Power does not always arrive with banners.

Sometimes it comes in ink, whispers, and men who smile too easily.

The first report reached me three days after the skirmish with Uthric Redmaw. It was delivered not by a soldier, but by a merchant—thin, nervous, eyes always drifting toward shadows. He had come ostensibly to trade salt and cured meat, but fear clung to him like a second cloak.

Elizabeth noticed it immediately.

"He's not here to sell," she said quietly, once we were alone in the solar. "He's here to unburden himself."

She was right.

When pressed gently, the merchant spoke. And once he began, the dam broke.

"Count Varell Ashmont," he said, voice barely above a whisper. "South-east of you. Rich land. Wide rivers. Old ambitions."

I knew the name. Everyone who had ever studied imperial borders did. Ashmont was not powerful by blood alone, but by position—trade routes, grain surpluses, river tolls. Varell Ashmont was a man who never raised his voice and never acted without three layers of deniability.

"He's been asking questions," the merchant continued. "About Frostmarch. About you. About why the seventh prince was sent here instead of allowed to fade quietly."

Elizabeth's fingers stilled on her quill.

"And Baroness Myrene Coldfall?" she asked, already knowing the answer.

The merchant swallowed. "She listens. Funds things. People. Knives in the dark."
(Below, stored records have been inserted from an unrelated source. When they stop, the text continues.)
(a) **per-halo solve_ivp / bhgrow.** The script a researcher would otherwise write: loop over
    forests, walk the forest's snapshots, and for every halo holding a black hole integrate
    ``(M_gas, M_*, M_Z, M_BH)`` over the node's interval with :func:`scipy.integrate.solve_ivp`
    (``--method`` LSODA, ``--rtol`` 1e-6). The equations, the frozen per-interval halo
    properties and every rate are those of ``tests/test_engine_reference.py`` (the
    full-model reference for single-branch chains), taken from the model's own components;
    inflow is the engine's (the descendant's smooth growth, credited to its main
    progenitor); halos without a black hole take the model's closed-form reservoir step
    (:meth:`StarFormation.step`). State passes to descendants with the baryon cap, and the
    black holes arriving in one halo coalesce at once (the main progenitor's black hole, or
    else the most massive, is the central; others merge in seeding order), with the remnant
    mass and spin from the model's ``remnant`` component and spins taken aligned with the
    orbit. **Seeding is not re-implemented: the script seeds the same halos with the same
    masses as bhgrow did, read from bhgrow's result** (``bh_id`` is the seeding halo's
    ``node_id``). To compare like with like, both sides run the default model with pair
    dynamics off (instant coalescence, as above), recoil ``none`` and no histories. LSODA
    is the right method: the reservoir is stiff where star formation is fast, and RK45 at
    rtol 1e-6 had not finished the default small forest after 10 minutes.
    Everything but the ODE integration is vectorised over the halos of one forest and
    snapshot, which favours the solve_ivp script: the ratio is a lower bound of what a fully
    per-halo script costs. Printed: time(solve_ivp script) / time(bhgrow ``run_forest``) and
    the agreement of the total final black-hole mass (and of the per-root masses).
(b) **bhgrow / no-physics floor.** The same snapshot walk as the engine, without physics: for
    each snapshot slice, new halos get ``f_b M`` of gas, seeds (bhgrow's) are added, gas,
    stars, metals and a black-hole mass per node pass to descendants with ``np.add.at`` /
    ``np.bincount``, and black holes move to their hosts' descendants. Node state is kept
    in the engine's window of live rows (:class:`bhgrow.engine._NodeState`), as the engine
    keeps it (since 2026-12-02; before, both used whole-forest arrays): on a virtual
    machine that backs fresh pages slowly, whole-forest arrays cost the floor more than the
    walk itself, and the ratio would reward the engine's memory layout. Ratio =
    time(bhgrow ``run_forest``, default model) / time(floor): the price of the physics.
    Measured on the small and on the big forest; on the big one both from the best runs
    and as the median ratio of ``--pairs-interleaved`` (default 3) engine/floor pairs run
    in turn, which a change of a shared machine's speed during the benchmark affects less;
    the same pairs' ratio is also given in process CPU time (user + system), which leaves
    out the time a virtual machine's host takes from the process (steal).
    The engine sets glibc's allocator to reuse freed memory at its first call
    (:mod:`bhgrow._alloc`); the script applies the same setting before any case runs, so
    the floor runs with it too.
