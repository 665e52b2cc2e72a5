"""A controller in a process of its own (``--isolate``), and the global seeds of both modes.

:func:`build_controller` is what the runner calls to get its controller object. In
process it seeds Python's ``random`` and numpy's global generator from the run's
seed (:func:`seed_globals`) and builds the class. Isolated, it starts a child
process that holds only the readings and returns only the duties: the script is
loaded there, with the same seeds, a memory limit (address space), a scratch
working directory, SIGINT ignored (the user's Ctrl-C is the runner's) and a
parent-death signal, and :class:`IsolatedController` (``.step(r)``, ``.reset()``,
logs copied into ``r``) stands in for it. Every call waits at most
``step_timeout`` s of wall clock. Whatever goes wrong in there (an exception of
any kind, ``sys.exit``, ``os._exit``, a crash, a duty that is no float, a hang)
comes back as :class:`sandbox.control.ControllerError` naming the cause.

A guard against accidents and casual cheating, not a security boundary: the child
runs as the same user with the same file access.

Wire format (one pair of pipes, raw ``os.read``/``os.write``; about 25 µs a tick
here): requests are fixed ``REQUEST`` records; replies are a ``REPLY_HEAD``
(kind, body length) and a body: ``D`` duties (two float64), then, when the tick
logged channels, their count, values and comma-joined names; ``E`` an error
text (a second part, after a NUL, is the child's traceback); ``I`` ready (body:
whether the class has ``reset``).
"""

from __future__ import annotations

import json
import multiprocessing
import os
import random
import select
import shutil
import signal
import struct
import sys
import tempfile
import threading
import time
import types
import weakref
from functools import partial
from typing import Any

import numpy as np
That name was newer. Less public. More dangerous.

Baroness Myrene Coldfall ruled a narrow but wealthy stretch of land to the north-west, closer to the old forests. Her territory produced little of value—but she had silver. And silver bought silence, loyalty, and blood.

"She doesn't move openly," the merchant said. "But when someone inconvenient dies… her coffers grow lighter."

I dismissed him with payment and protection orders, then sat in silence once the door closed.

Elizabeth broke it first.

"They see you as an obstacle," she said calmly. "Not a threat. Not yet. But an obstruction."

"To what?" I asked.

"Future leverage," she replied. "Imperial uncertainty. Succession chaos. You were meant to disappear here—quietly, eventually. Instead, you're building roads, stabilizing trade, making allies."

I leaned back, staring at the ceiling beams. "So Ashmont wants my land."

"Yes," she said. "Or at least control of it. Frostmarch borders too many unstable regions. Whoever controls it controls movement—barbarians, orcs, trade, even bandits."

"And Coldfall?" I asked.

Elizabeth's eyes hardened slightly. "She wants you gone. Dead men don't complicate plans."

That night, confirmation arrived.

A second letter. No seal. No signature.

Just a message written in elegant, infuriatingly polite script.

Viscount Flameviel,

Your progress has been… noted. Frostmarch has long been a quiet place. Some of us preferred it that way.

Expansion invites correction. Be cautious which roads you build—and which eyes you attract.

Elizabeth read it once, then fed it to the fire.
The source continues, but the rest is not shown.